Mayor Brandon Johnson’s main revenue initiative has been a $1.25 billion bond issuance for affordable housing and economic development. PHOTO: KYLE MAZZA/ZUMA PRESS
Chicago’s mayor isn’t the only progressive who is turning to pro-business initiatives to revitalize ailing office districts. In San Francisco, arguably the city hardest-hit overall by the office downturn, Mayor London Breed is backing a range of tax proposals and other initiatives to spark housing and business growth.
The Chicago real-estate industry was particularly happy in April, when Mayor Johnson supported a plan to convert vacant office space in the heart of the financial district to 1,000 apartments, partly using city subsidies. The plan originally was proposed by Johnson’s predecessor, Mayor Lori Lightfoot.
“It wasn’t his program,” said Jonathan Bennett, president of AmTrust Realty, which owns an office building targeted for conversion. “He didn’t have to stay with it.”
Under the plan—the most generous in the country—the city will provide $150 million to property developers to convert four buildings in the heart of the business district to more than 1,000 apartments, as long as about one-third are set aside as affordable units. The Johnson administration is in discussions with other landlords to add their properties to the program.
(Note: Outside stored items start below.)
describe('After an interrupted write', () => {
  /** A write that stopped half way and whose undoing failed: the journal is in the workbook. */
  const interrupted = async () => {
    const opened = open()
    const { book, office, user } = opened
    user.type('Sheet1', 'C4', 5)
    const before = opened.portrait()
    office.counts.reset()
    const plan: WritePlan = { patches: [{ at, table: breakdown(), over: 'replace' }] }
    await book.write(plan)
    const operations = office.counts.operations
    const other = open()
    other.user.type('Sheet1', 'C4', 5)
    other.office.faults.beforeOperation(operations - 1, operations)
    await refusal(other.book.write(plan))
    other.office.faults.beforeOperation(null)
    await other.settle()
    return { ...other, plan, before }
  }

  test('recovery tells where, and a second one has nothing to do', async () => {
    const { portrait, before } = await interrupted()
    expect(portrait()).not.toEqual(before)
    const port = excelWorkbook()
    expect(await port.recover()).toEqual({ outcome: 'restored', areas: [area('B2:C7')] })
    expect(portrait()).toEqual(before)
    expect(await port.recover()).toBeNull()
  })

  test('recovery leaves what the user typed since', async () => {
    const { user, cells } = await interrupted()
    user.type('Sheet1', 'C5', 'typed since')
    await excelWorkbook().recover()
    expect((await cells('Sheet1', 'B2:C7')).values).toEqual([
      ['', ''],
      ['', ''],
      ['', 5],
      ['', 'typed since'],
      ['', ''],
      ['', ''],
    ])
  })

  test('recovery that fails keeps the journal and says so', async () => {
    const { office, portrait, before } = await interrupted()
    office.protect('Sheet1', true)
    const port = excelWorkbook()
    expect(await port.recover()).toMatchObject({ outcome: 'failed' })
    expect(await refusal(port.write({ patches: [], remember: { a: 1 } }))).toMatchObject({ code: 'host' })
    office.protect('Sheet1', false)
    await port.write({ patches: [], remember: { a: 1 } })
    expect(portrait()).toEqual({ ...before, settings: { 'counterpoise.a': 1 } })
  })

  test('a journal that somebody has spoilt counts as one that could not be put back', async () => {
    const { office } = await interrupted()
    office.settings.set('counterpoise.journal', 'spoilt')
    expect(await excelWorkbook().recover()).toEqual({ outcome: 'failed', areas: [] })
  })

  test('recovery passes over a sheet that was deleted', async () => {
    const { user, office } = await interrupted()
    await office.Excel.run(async (context) => {
      context.workbook.worksheets.add('Other')
      await context.sync()
    })
    user.deleteSheet('Sheet1')
    expect(await excelWorkbook().recover()).toMatchObject({ outcome: 'restored' })
    expect(office.settings.size).toBe(0)
  })

  test('the journal is no setting to be recalled', async () => {
    const { book, office } = await interrupted()
    expect([...office.settings.keys()]).toEqual(['counterpoise.journal'])
    expect(await book.recall()).toEqual({})
  })
})

describe('What the host refuses', () => {
  test('a sheet protected meanwhile stops a refresh with nothing changed', async () => {
    const { book, office, portrait } = open()
    await book.write({ patches: [{ at, table: breakdown(), over: 'blank' }] })
    const before = portrait()
    const seen = valuesOf(breakdown())
    office.protect('Sheet1', true)
    const patch = { at, table: breakdown([1, 0, 0]), over: 'blank' as const, ours: area('B2:C7'), seen }
    expect(await refusal(book.write({ patches: [patch] }))).toMatchObject({
      code: 'protected',
      message: expect.stringContaining('nothing was changed'),
    })
    expect(portrait()).toEqual(before)
  })

  test('a sheet deleted under a refresh is a missing place', async () => {
    const { book, office, user } = open()
    await office.Excel.run(async (context) => {
      context.workbook.worksheets.add('Risk')
      await context.sync()
    })
    const there = { ...at, sheet: 'Risk' }
    await book.write({ patches: [{ at: there, table: breakdown(), over: 'blank' }] })
    user.deleteSheet('Risk')
    const seen = valuesOf(breakdown())
    const ours = { ...area('B2:C7'), sheet: 'Risk' }
    expect(
      await refusal(book.write({ patches: [{ at: there, table: breakdown(), over: 'blank', ours, seen }] })),
    ).toMatchObject({ code: 'missing', message: expect.stringContaining('Risk!B2:C7') })
    expect(office.settings.size).toBe(0)
  })
})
Other cities are struggling with mountains of empty office space and are moving forward with conversion projects, even without subsidies. In the first quarter, conversions of nearly 70 million square feet of office space were undergoing conversions, up from 60 million in the third quarter last year, according to real-estate services firm CBRE Group.
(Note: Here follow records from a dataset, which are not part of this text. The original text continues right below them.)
import gammainc from '@stdlib/math-base-special-gammainc'
import binomialCdf from '@stdlib/stats-base-dists-binomial-cdf'
import normalQuantile from '@stdlib/stats-base-dists-normal-quantile'
import { RISK_BAND } from './band'
import { estimateModel, type Estimator } from './estimate'
import { checkBlock, Fault } from './fault'
import { momentsOf } from './moments'
import { returnsModel } from './risk-model'
import type { TestResult } from './series'
import { shrinkageOf, shrunkModel } from './shrinkage'
import { partOf } from './steps'

/** Days on which a loss went beyond the value at risk, and what that says of the forecasts. */
export interface ExceptionTests {
  /** T */
  readonly dates: number
  readonly confidence: number
  /** x */
  readonly exceptions: number
  /** T p, p = 1 - confidence */
  readonly expected: number
  /** x / T */
  readonly rate: number
  /** Whether the number fits the confidence (Kupiec): chi-square with 1 degree. */
  readonly coverage: TestResult
  /** The numbers of exceptions that `coverage` does not reject at 5%, ends included. */
  readonly accepted: { readonly fewest: number; readonly most: number }
  /** How well `coverage` at 5% sees through forecasts whose exceptions are twice as frequent as they should be. */
  readonly power: {
    /** 2 p */
    readonly rate: number
    /** Probability that the test rejects them. */
    readonly detected: number
    /** Probability that they pass: 1 - detected. */
    readonly missed: number
  }
  /** The T - 1 steps from one date to the next: how many led from quiet to exception, and so on. */
  readonly steps: {
    readonly quietToQuiet: number
    readonly quietToException: number
    readonly exceptionToQuiet: number
    readonly exceptionToException: number
  }
  /** Whether exceptions come independently of one another (Christoffersen): chi-square with 1 degree. */
  readonly independence: TestResult
  /** Both at once: the sum of the statistics, chi-square with 2 degrees. */
  readonly conditionalCoverage: TestResult
  readonly zone: BaselZone
}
But most analysts agree that conversions can fill only a fraction of the 1.17 billion square feet of vacant U.S. office space. The cost of converting many buildings would be prohibitive, especially those with large floors that couldn’t be carved up into apartments easily.
Chicago is fortunate in having many buildings developed before World War II that have the right design for conversions. Many of these properties currently face financial distress, but those problems could pave the way for conversions. Their eventual resolution will likely involve a new owner paying a discounted price, which would make a conversion more financially viable.
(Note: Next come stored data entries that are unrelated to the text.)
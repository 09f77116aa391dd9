import { decompose, type Decomposition } from './decomposition'
import { checkBlock, Fault } from './fault'
import { roundingOfVariance, type RiskModel } from './risk-model'

/**
 * Where the money of a trade comes from or goes to: nothing else moves but cash; the rest of the book in proportion to its weights; or
 * one position.
 */
export type Financing =
  | { readonly kind: 'cash' }
  | { readonly kind: 'pro rata' }
  | { readonly kind: 'position'; readonly position: number }

/** Changes of weights with their financing. */
export interface Financed {
  /** n; wanted changes and those that finance them */
  readonly changes: Float64Array
  /** what is left to cash: less the sum of the changes; exactly 0 unless financed by cash */
  readonly cash: number
  /** what the weights of the rest of the book are multiplied by; null unless financed pro rata */
  readonly factor: number | null
}

/**
 * Net of the rest of the book beside its gross, below which it does not finance pro rata: each unit of money would move ten and more units of
 * positions. Our own convention.
 */
export const LEAST_NET_SHARE = 0.1

const NONE: ReadonlySet<number> = new Set()

/** Changes whose sum is no more than their last digits need no financing. */
const sumsToNothing = (sum: number, gross: number, count: number) =>
  Math.abs(sum) <= count * Number.EPSILON * gross

/**
 * Gives wanted changes their financing. With S the sum of the wanted changes:
 *
 *   cash       nothing else moves; cash takes -S
 *   pro rata   every position without a wanted change is multiplied by f = 1 - S / W, where W is the sum of their weights, signs kept: longs and
 *              shorts grow or shrink alike, their net changes by -S. Refused where |W| is less than a tenth of the sum without signs.
 *              f below 0 turns long into short; it is in the result
 *   position   that position changes by -S
 *
 * Changes that add up to 0 finance each other, and nothing else moves.
 *
 * @param weights   n
 * @param changes   n; 0 where no change is wanted
 * @param kept      positions whose weights are to stay, however the trades are paid for; left out: none
 * @throws Fault    "shape" | "not-a-number" | "out-of-range" (no such position; a rest that cannot finance) | "twice" (a
 *                  financing position with a change of its own)
 * @source          common practice, no source
 * @cost            O(n)
 * @example         financed(Float64Array.of(.5, .3, .2), Float64Array.of(.1, 0, 0), { kind: 'pro rata' }).changes // [0.1, -0.06, -0.04]
 * @example         financed(Float64Array.of(.5, .3, .2), Float64Array.of(.1, 0, 0), { kind: 'pro rata' }, new Set([1])).changes // [0.1, 0, -0.1]
 * @example         financed(Float64Array.of(.5, .3, .2), Float64Array.of(.1, 0, 0), { kind: 'cash' }).cash // -0.1
 * @example         financed(Float64Array.of(.5, .3, -.3), Float64Array.of(.1, 0, 0), { kind: 'pro rata' }) // Fault "out-of-range"
 */
export function financed(
  weights: Float64Array,
  changes: Float64Array,
  financing: Financing,
  kept: ReadonlySet<number> = NONE,
): Financed {
  const size = weights.length
  checkBlock(weights, size, 1, 'weights')
  checkBlock(changes, size, 1, 'changes')
  let sum = 0
  let gross = 0
  for (const change of changes) {
    sum += change
    gross += Math.abs(change)
  }
  if (financing.kind === 'position') checkFinancingPosition(changes, financing.position, kept)
  const all = changes.slice()
  if (financing.kind === 'cash') return { changes: all, cash: sum === 0 ? 0 : -sum, factor: null }
  if (sumsToNothing(sum, gross, size))
    return { changes: all, cash: 0, factor: financing.kind === 'pro rata' ? 1 : null }
  if (financing.kind === 'position') {
    all[financing.position] = -sum
    return { changes: all, cash: 0, factor: null }
  }
  let net = 0
  let restGross = 0
  for (let i = 0; i < size; i++) {
    if (changes[i] !== 0 || kept.has(i)) continue
    net += weights[i]!
    restGross += Math.abs(weights[i]!)
  }
  if (!canFinance(net, restGross)) {
    throw new Fault(
      'out-of-range',
      restGross === 0
        ? 'financing pro rata: nothing else is held'
        : `financing pro rata: the weights of the rest of the book add up to ${rounded(net)}, without their signs to ${rounded(restGross)}`,
      'cash or one position to finance the trade is needed',
      { argument: 'financing' },
    )
  }
  for (let i = 0; i < size; i++) if (changes[i] === 0 && !kept.has(i)) all[i] = (-sum * weights[i]!) / net
  return { changes: all, cash: 0, factor: 1 - sum / net }
}

const rounded = (value: number) => Number(value.toPrecision(4))

const canFinance = (net: number, gross: number) => gross > 0 && Math.abs(net) >= LEAST_NET_SHARE * gross

function checkFinancingPosition(
  changes: Float64Array,
  position: number,
  kept: ReadonlySet<number> = NONE,
): void {
  checkPosition(changes.length, position, 'financing')
  if (changes[position] !== 0 || kept.has(position))
    throw new Fault(
      'twice',
      'financing: the position that finances has a weight or a change of its own',
      'a position without one is needed',
      { argument: 'financing', row: position },
    )
}

function checkPosition(size: number, position: number, argument: string): void {
  if (!Number.isInteger(position) || position < 0 || position >= size)
    throw new Fault(
      'out-of-range',
      `${argument}: number ${position}`,
      `a number from 0 to ${size - 1} is needed`,
      {
        argument,
      },
    )
}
“We’re seeing the values start to reset,” said Boatright of the Department of Planning and Development.
But Chicago’s ability to provide subsidies for office conversions is limited. City revenue is sure to be hurt by the sharp value decline in office buildings, which are major contributors to Chicago’s property tax base.
U.S. cities also will soon be losing a major source of revenue that they have been using to close budget gaps: The Biden administration’s $1.9 trillion American Rescue Plan passed during the worst of the pandemic is winding down.
Office vacancy is expected to keep climbing. Salesforce, the software company, put up for sublease 140,000 square feet of 500,000 square feet it originally leased in its new Chicago tower.
“Everyone went through an exercise of [office space] optimization coming out of the pandemic,” said Relina Bulchandani, Salesforce executive vice president in charge of real estate.
Even the Willis Tower, the Chicago skyscraper that for a quarter-century was the world’s tallest, faces an uncertain future. The debt service on the property’s $1.325 billion floating-rate mortgage soared with the rise in interest rates driving expenses much higher.
A spokeswoman for Blackstone, the building’s owner, said Willis Tower is nearly 90% occupied and its mortgage “remains in good standing.” Over $500 million has been invested in a “transformative renovation” of the building, she said.
Still, the tower’s operating costs are also rising. “With cash flow getting squeezed, it’s harder for that property to cover debt service,” said Patrick Czupryna, a managing director at KBRA, which has listed Willis Tower as one of the “loans of concern” in Chicago.